Ultrathin (2D) Oxide Films
New nanoscale inorganic materials
Ultrathin oxide films with a thickness of one to a few atomic layers (typically less than 1 nm) constitute a new class of materials, the so-called two-dimensional (2D) oxides, which exhibit outstanding structural and electronic properties, reflecting quantum confinement and interface effects at the nanoscale. Over more than two decades, we have investigated a broad variety of crystalline 2D oxides supported on single crystal metal surfaces, which feature complex but fascinating structures and rich phase diagrams, and display different chemical reactivity and doping behavior with respect to their bulk counterparts. The scope of materials studied involved binary and ternary oxide systems, and the oxide film geometry varied between clusters, nanowires, and atomically flat nanolayers.

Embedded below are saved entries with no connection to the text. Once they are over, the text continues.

describe('HUSH.LAYERS and HUSH.DESIGN', () => {
  it('return the core design for the same spec (independent call of designAbsorber)', async () => {
    const d = designAbsorber({ target: 1e-4, ppwMin: 15, ppwMax: 30, angleMaxDeg: 45, orders: [3, 4] });
    expect(await layers(1e-4, 15, 30, 45, [[3, 4]])).toBe(d.layers);
    expect(await design(1e-4, 15, 30, 45, [[3, 4]])).toEqual([
      [d.layers, d.order, d.strength, d.kappaMax, d.alphaMaxNorm, d.alphaOrder, d.worstAmplitude, d.worstPpw, d.worstAngleDeg, d.continuousAmplitude],
    ]);
    const all = designAbsorber({ target: 1e-3, ppwMin: 20, courant: 0.5, index: 1.5, dimensions: 2, kappaMax: 3, alphaMaxNorm: 0.1 });
    expect(await call(design, 1e-3, 20, null, null, null, 0.5, 1.5, 2, 3, 0.1)).toEqual([
      [all.layers, all.order, all.strength, all.kappaMax, all.alphaMaxNorm, all.alphaOrder, all.worstAmplitude, all.worstPpw, all.worstAngleDeg, all.continuousAmplitude],
    ]);
  });

  it('orders as a range (row or column, blanks skipped), as text "3,4" or "3 4", or as one number', async () => {
    const expected = designAbsorber({ target: 1e-4, ppwMin: 15, orders: [3, 4] }).layers;
    for (const orders of [[[3, 4]], [[3], [4]], [[3, ''], [null, 4]], [['3,4']], '3,4', ' 3 4 ', [['3'], ['4']]]) {
      expect(await call(layers, 1e-4, 15, null, null, orders)).toBe(expected);
    }
    expect(await call(layers, 1e-4, 15, null, null, [[4]])).toBe(designAbsorber({ target: 1e-4, ppwMin: 15, orders: [4] }).layers);
  });

  it('omitted arguments (null, undefined, "", a blank range) take the core defaults', async () => {
    const expected = designAbsorber({ target: 1e-3, ppwMin: 20 }).layers;
    for (const blank of [null, undefined, '', [['']]]) {
      expect(await call(layers, 1e-3, 20, blank, blank, blank, blank, blank, blank, blank, blank)).toBe(expected);
    }
    expect(await call(layers, 1e-3, 20, null, null, [[null, ''], ['', null]])).toBe(expected);
  });

  it('the angle takes degrees or text with an angle unit (0.5 rad = 28.6478897565° to the 12 digits the units parser keeps, derived)', async () => {
    const deg = Number(((0.5 * 180) / Math.PI).toPrecision(12));
    const d = designAbsorber({ target: 1e-3, ppwMin: 20, ppwMax: 40, angleMaxDeg: deg });
    expect(await call(design, 1e-3, 20, 40, '0.5 rad')).toEqual(await call(design, 1e-3, 20, 40, deg));
    expect(await call(layers, 1e-3, 20, 40, '0.5 rad')).toBe(d.layers);
    expect(await call(layers, 1e-3, 20, 40, '30')).toBe(await layers(1e-3, 20, 40, 30));
  });

  it('input the core refuses is #NUM! with its message; wrong types are #VALUE!', async () => {
    expect(await errorOf(layers, 0, 20)).toEqual(refusal(() => readInput('target', 0)));
    expect(await errorOf(layers, 1e-3, 2)).toEqual(refusal(() => designAbsorber({ target: 1e-3, ppwMin: 2 })));
    expect(await errorOf(layers, 1e-3, 20, 10)).toEqual(refusal(() => designAbsorber({ target: 1e-3, ppwMin: 20, ppwMax: 10 })));
    expect((await errorOf(design, 1e-3, 20, null, 89)).code).toBe('#NUM!');
    expect(await errorOf(layers, 1e-3, 20, null, null, [[11]])).toEqual(refusal(() => readInput('orders', 11)));
    const infeasible = refusal(() => designAbsorber({ target: 1e-12, ppwMin: 4, angleMaxDeg: 85 }));
    expect(infeasible.message).toMatch(/^no design up to 200 layers/);
    expect(await errorOf(layers, 1e-12, 4, null, 85)).toEqual(infeasible);
    expect(await errorOf(layers, 1e-3, 20, null, '5 kg')).toMatchObject({ code: '#VALUE!', message: expect.stringMatching(/^angle_max must be an angle/) });
    expect(await errorOf(layers, 1e-3, 20, null, null, '2,x')).toEqual({
      code: '#VALUE!',
      message: 'orders must be a list of numbers such as 2, 3, 4 (got "2,x")',
    });
    expect(await errorOf(layers, null, 20)).toEqual({ code: '#VALUE!', message: 'target is required (required amplitude reflection |r| per face)' });
    expect(await errorOf(design, [[1e-3, 1e-4]], 20)).toEqual({ code: '#VALUE!', message: 'target must be a single value, not a range of 1×2 cells' });
  });

  it('HUSH.DESIGN_HEADER names every column of HUSH.DESIGN, sharing the plan header text where the columns are the same', async () => {
    const [header] = designHeader();
    const [row] = await design(1e-3, 20);
    expect(header).toHaveLength(row.length);
    for (const name of ['layers [cells]', 'order', 'strength [σmax/σopt]', 'worst_reflection [|r|]', 'continuous_reflection [|r|]']) {
      expect(header).toContain(name);
      expect(planHeaderText()).toContain(name);
    }
  });
});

Novel structural concepts have been encountered in 2D oxides, which are traced back to spatial confinement, interfacial bonding to the metal substrate, charge transfer and polarity compensation effects.
Our current research is focused on elucidating the structural properties and redox behavior at the 2D limit of tungsten and molybdenum oxides, which are key materials with various applications in chemical catalysis, electrochromic devices, photoelectrochemical water splitting, and chemical sensors.
- F. P. Netzer and S. Surnev, Structure concepts in two-dimensional oxide materials, in Oxide Materials at the Two-dimensional Limit, Springer Series in Materials Science, vol. 234 (2016).
- F. P. Netzer and C. Noguera, Oxide Thin Films and Nanostructures, Oxford University Press (2021).
- S. Surnev and F. P. Netzer, Tungsten and molybdenum oxide nanostructures: two-dimensional layers and nanostructures, J. Phys.: Condens. Matter. 34 (2022) 233001.